For each line below, print it again exactly as shown.

_Material to process_:
=====
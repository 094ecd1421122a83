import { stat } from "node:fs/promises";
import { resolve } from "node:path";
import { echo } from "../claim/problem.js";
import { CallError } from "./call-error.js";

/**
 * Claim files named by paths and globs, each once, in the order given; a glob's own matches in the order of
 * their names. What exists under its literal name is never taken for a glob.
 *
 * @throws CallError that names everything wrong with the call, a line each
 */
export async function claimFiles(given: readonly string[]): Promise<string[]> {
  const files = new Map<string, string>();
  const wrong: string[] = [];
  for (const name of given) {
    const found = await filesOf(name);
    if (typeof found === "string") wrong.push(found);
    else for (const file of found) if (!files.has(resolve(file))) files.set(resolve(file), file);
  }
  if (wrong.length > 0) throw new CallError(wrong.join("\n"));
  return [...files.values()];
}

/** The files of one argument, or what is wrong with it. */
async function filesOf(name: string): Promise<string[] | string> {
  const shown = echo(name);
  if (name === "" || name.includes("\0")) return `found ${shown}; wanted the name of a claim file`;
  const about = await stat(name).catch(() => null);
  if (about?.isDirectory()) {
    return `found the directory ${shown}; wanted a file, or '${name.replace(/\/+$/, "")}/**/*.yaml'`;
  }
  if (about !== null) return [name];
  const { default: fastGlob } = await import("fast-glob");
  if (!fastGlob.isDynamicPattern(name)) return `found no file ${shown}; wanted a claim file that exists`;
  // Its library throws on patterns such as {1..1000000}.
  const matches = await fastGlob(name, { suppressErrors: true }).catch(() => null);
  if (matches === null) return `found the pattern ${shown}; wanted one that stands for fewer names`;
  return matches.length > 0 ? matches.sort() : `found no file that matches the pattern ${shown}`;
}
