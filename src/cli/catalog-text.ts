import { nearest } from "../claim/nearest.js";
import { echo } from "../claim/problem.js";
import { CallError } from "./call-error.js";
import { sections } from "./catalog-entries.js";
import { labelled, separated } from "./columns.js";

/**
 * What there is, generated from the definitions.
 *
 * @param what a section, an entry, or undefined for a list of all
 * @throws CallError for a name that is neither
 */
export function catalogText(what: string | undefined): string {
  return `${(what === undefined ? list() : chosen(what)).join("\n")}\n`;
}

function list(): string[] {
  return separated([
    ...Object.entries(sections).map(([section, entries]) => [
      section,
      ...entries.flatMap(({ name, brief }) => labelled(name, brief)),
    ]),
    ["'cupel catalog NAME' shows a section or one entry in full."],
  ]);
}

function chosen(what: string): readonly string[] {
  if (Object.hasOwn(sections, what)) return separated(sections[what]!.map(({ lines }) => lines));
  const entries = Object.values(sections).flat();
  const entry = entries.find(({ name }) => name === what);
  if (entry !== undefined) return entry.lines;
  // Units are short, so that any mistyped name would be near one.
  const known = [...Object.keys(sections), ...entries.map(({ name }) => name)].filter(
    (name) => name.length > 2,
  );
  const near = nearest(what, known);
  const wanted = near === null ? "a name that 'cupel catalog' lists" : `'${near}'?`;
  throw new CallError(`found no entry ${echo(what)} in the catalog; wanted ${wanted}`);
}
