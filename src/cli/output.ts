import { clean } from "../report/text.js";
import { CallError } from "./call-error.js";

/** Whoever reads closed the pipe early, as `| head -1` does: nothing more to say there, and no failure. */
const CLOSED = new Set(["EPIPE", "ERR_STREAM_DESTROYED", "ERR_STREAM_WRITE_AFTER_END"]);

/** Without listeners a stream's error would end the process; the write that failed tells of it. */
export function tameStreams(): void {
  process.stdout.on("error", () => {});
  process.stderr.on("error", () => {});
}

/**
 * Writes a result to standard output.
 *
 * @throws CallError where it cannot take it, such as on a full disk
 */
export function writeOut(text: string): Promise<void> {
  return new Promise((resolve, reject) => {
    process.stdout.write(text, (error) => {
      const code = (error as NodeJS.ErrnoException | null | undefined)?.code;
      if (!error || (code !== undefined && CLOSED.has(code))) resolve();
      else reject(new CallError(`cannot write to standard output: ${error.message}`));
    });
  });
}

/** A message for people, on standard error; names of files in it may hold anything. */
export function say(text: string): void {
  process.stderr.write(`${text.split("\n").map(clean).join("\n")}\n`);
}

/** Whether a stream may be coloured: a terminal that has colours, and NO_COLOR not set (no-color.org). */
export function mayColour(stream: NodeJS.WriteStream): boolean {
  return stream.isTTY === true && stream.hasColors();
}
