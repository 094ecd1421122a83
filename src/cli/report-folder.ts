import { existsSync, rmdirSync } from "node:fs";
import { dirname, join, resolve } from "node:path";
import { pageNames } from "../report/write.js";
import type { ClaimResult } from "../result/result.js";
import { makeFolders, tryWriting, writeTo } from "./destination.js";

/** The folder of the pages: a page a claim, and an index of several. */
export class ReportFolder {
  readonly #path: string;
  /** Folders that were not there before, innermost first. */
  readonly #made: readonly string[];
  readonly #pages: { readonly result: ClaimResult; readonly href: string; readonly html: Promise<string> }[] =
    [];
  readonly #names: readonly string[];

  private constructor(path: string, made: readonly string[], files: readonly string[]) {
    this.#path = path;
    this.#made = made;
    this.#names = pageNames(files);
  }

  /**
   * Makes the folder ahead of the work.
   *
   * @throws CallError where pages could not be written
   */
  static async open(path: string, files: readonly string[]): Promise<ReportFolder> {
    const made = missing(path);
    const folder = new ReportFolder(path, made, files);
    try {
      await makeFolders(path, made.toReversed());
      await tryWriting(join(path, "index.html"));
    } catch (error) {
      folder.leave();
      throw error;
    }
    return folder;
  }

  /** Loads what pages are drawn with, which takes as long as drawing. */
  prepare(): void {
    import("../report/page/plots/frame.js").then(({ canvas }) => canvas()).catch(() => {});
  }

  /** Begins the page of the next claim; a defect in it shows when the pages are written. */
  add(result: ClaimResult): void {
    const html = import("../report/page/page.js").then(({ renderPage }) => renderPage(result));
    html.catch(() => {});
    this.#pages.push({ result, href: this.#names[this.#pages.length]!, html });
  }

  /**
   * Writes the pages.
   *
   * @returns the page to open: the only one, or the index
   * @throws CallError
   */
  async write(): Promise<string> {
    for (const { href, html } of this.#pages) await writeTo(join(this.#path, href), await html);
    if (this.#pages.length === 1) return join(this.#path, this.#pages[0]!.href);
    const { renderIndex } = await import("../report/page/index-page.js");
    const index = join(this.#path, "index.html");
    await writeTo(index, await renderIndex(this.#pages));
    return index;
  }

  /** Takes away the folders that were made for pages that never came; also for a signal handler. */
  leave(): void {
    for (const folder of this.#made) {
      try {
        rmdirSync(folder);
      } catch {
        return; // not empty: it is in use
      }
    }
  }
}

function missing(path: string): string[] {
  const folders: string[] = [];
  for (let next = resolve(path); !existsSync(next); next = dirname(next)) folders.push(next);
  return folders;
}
=====
_Solved problem_:
repository 094ecd1421122a83
import { stat } from "node:fs/promises";
import { resolve } from "node:path";
import { echo } from "../claim/problem.js";
import { CallError } from "./call-error.js";

/**
 * Claim files named by paths and globs, each once, in the order given; a glob's own matches in the order of
 * their names. What exists under its literal name is never taken for a glob.
 *
 * @throws CallError that names everything wrong with the call, a line each
 */
export async function claimFiles(given: readonly string[]): Promise<string[]> {
  const files = new Map<string, string>();
  const wrong: string[] = [];
  for (const name of given) {
    const found = await filesOf(name);
    if (typeof found === "string") wrong.push(found);
    else for (const file of found) if (!files.has(resolve(file))) files.set(resolve(file), file);
  }
  if (wrong.length > 0) throw new CallError(wrong.join("\n"));
  return [...files.values()];
}

/** The files of one argument, or what is wrong with it. */
async function filesOf(name: string): Promise<string[] | string> {
  const shown = echo(name);
  if (name === "" || name.includes("\0")) return `found ${shown}; wanted the name of a claim file`;
  const about = await stat(name).catch(() => null);
  if (about?.isDirectory()) {
    return `found the directory ${shown}; wanted a file, or '${name.replace(/\/+$/, "")}/**/*.yaml'`;
  }
  if (about !== null) return [name];
  const { default: fastGlob } = await import("fast-glob");
  if (!fastGlob.isDynamicPattern(name)) return `found no file ${shown}; wanted a claim file that exists`;
  // Its library throws on patterns such as {1..1000000}.
  const matches = await fastGlob(name, { suppressErrors: true }).catch(() => null);
  if (matches === null) return `found the pattern ${shown}; wanted one that stands for fewer names`;
  return matches.length > 0 ? matches.sort() : `found no file that matches the pattern ${shown}`;
}
filename src/cli/catalog-text.ts
import { nearest } from "../claim/nearest.js";
import { echo } from "../claim/problem.js";
import { CallError } from "./call-error.js";
import { sections } from "./catalog-entries.js";
import { labelled, separated } from "./columns.js";

/**
 * What there is, generated from the definitions.
 *
 * @param what a section, an entry, or undefined for a list of all
 * @throws CallError for a name that is neither
 */
export function catalogText(what: string | undefined): string {
  return `${(what === undefined ? list() : chosen(what)).join("\n")}\n`;
}

function list(): string[] {
  return separated([
    ...Object.entries(sections).map(([section, entries]) => [
      section,
      ...entries.flatMap(({ name, brief }) => labelled(name, brief)),
    ]),
    ["'cupel catalog NAME' shows a section or one entry in full."],
  ]);
}

function chosen(what: string): readonly string[] {
  if (Object.hasOwn(sections, what)) return separated(sections[what]!.map(({ lines }) => lines));
  const entries = Object.values(sections).flat();
  const entry = entries.find(({ name }) => name === what);
  if (entry !== undefined) return entry.lines;
  // Units are short, so that any mistyped name would be near one.
  const known = [...Object.keys(sections), ...entries.map(({ name }) => name)].filter(
    (name) => name.length > 2,
  );
  const near = nearest(what, known);
  const wanted = near === null ? "a name that 'cupel catalog' lists" : `'${near}'?`;
  throw new CallError(`found no entry ${echo(what)} in the catalog; wanted ${wanted}`);
}
filename src/cli/output.ts
import { clean } from "../report/text.js";
import { CallError } from "./call-error.js";

/** Whoever reads closed the pipe early, as `| head -1` does: nothing more to say there, and no failure. */
const CLOSED = new Set(["EPIPE", "ERR_STREAM_DESTROYED", "ERR_STREAM_WRITE_AFTER_END"]);

/** Without listeners a stream's error would end the process; the write that failed tells of it. */
export function tameStreams(): void {
  process.stdout.on("error", () => {});
  process.stderr.on("error", () => {});
}

/**
 * Writes a result to standard output.
 *
 * @throws CallError where it cannot take it, such as on a full disk
 */
export function writeOut(text: string): Promise<void> {
  return new Promise((resolve, reject) => {
    process.stdout.write(text, (error) => {
      const code = (error as NodeJS.ErrnoException | null | undefined)?.code;
      if (!error || (code !== undefined && CLOSED.has(code))) resolve();
      else reject(new CallError(`cannot write to standard output: ${error.message}`));
    });
  });
}

/** A message for people, on standard error; names of files in it may hold anything. */
export function say(text: string): void {
  process.stderr.write(`${text.split("\n").map(clean).join("\n")}\n`);
}

/** Whether a stream may be coloured: a terminal that has colours, and NO_COLOR not set (no-color.org). */
export function mayColour(stream: NodeJS.WriteStream): boolean {
  return stream.isTTY === true && stream.hasColors();
}
repository 094ecd1421122a83
filename src/cli/report-folder.ts
import { existsSync, rmdirSync } from "node:fs";
import { dirname, join, resolve } from "node:path";
import { pageNames } from "../report/write.js";
import type { ClaimResult } from "../result/result.js";
import { makeFolders, tryWriting, writeTo } from "./destination.js";

/** The folder of the pages: a page a claim, and an index of several. */
export class ReportFolder {
  readonly #path: string;
  /** Folders that were not there before, innermost first. */
  readonly #made: readonly string[];
  readonly #pages: { readonly result: ClaimResult; readonly href: string; readonly html: Promise<string> }[] =
    [];
  readonly #names: readonly string[];

  private constructor(path: string, made: readonly string[], files: readonly string[]) {
    this.#path = path;
    this.#made = made;
    this.#names = pageNames(files);
  }

  /**
   * Makes the folder ahead of the work.
   *
   * @throws CallError where pages could not be written
   */
  static async open(path: string, files: readonly string[]): Promise<ReportFolder> {
    const made = missing(path);
    const folder = new ReportFolder(path, made, files);
    try {
      await makeFolders(path, made.toReversed());
      await tryWriting(join(path, "index.html"));
    } catch (error) {
      folder.leave();
      throw error;
    }
    return folder;
  }

  /** Loads what pages are drawn with, which takes as long as drawing. */
  prepare(): void {
    import("../report/page/plots/frame.js").then(({ canvas }) => canvas()).catch(() => {});
  }

  /** Begins the page of the next claim; a defect in it shows when the pages are written. */
  add(result: ClaimResult): void {
    const html = import("../report/page/page.js").then(({ renderPage }) => renderPage(result));
    html.catch(() => {});
    this.#pages.push({ result, href: this.#names[this.#pages.length]!, html });
  }

  /**
   * Writes the pages.
   *
   * @returns the page to open: the only one, or the index
   * @throws CallError
   */
  async write(): Promise<string> {
    for (const { href, html } of this.#pages) await writeTo(join(this.#path, href), await html);
    if (this.#pages.length === 1) return join(this.#path, this.#pages[0]!.href);
    const { renderIndex } = await import("../report/page/index-page.js");
    const index = join(this.#path, "index.html");
    await writeTo(index, await renderIndex(this.#pages));
    return index;
  }

  /** Takes away the folders that were made for pages that never came; also for a signal handler. */
  leave(): void {
    for (const folder of this.#made) {
      try {
        rmdirSync(folder);
      } catch {
        return; // not empty: it is in use
      }
    }
  }
}

function missing(path: string): string[] {
  const folders: string[] = [];
  for (let next = resolve(path); !existsSync(next); next = dirname(next)) folders.push(next);
  return folders;
}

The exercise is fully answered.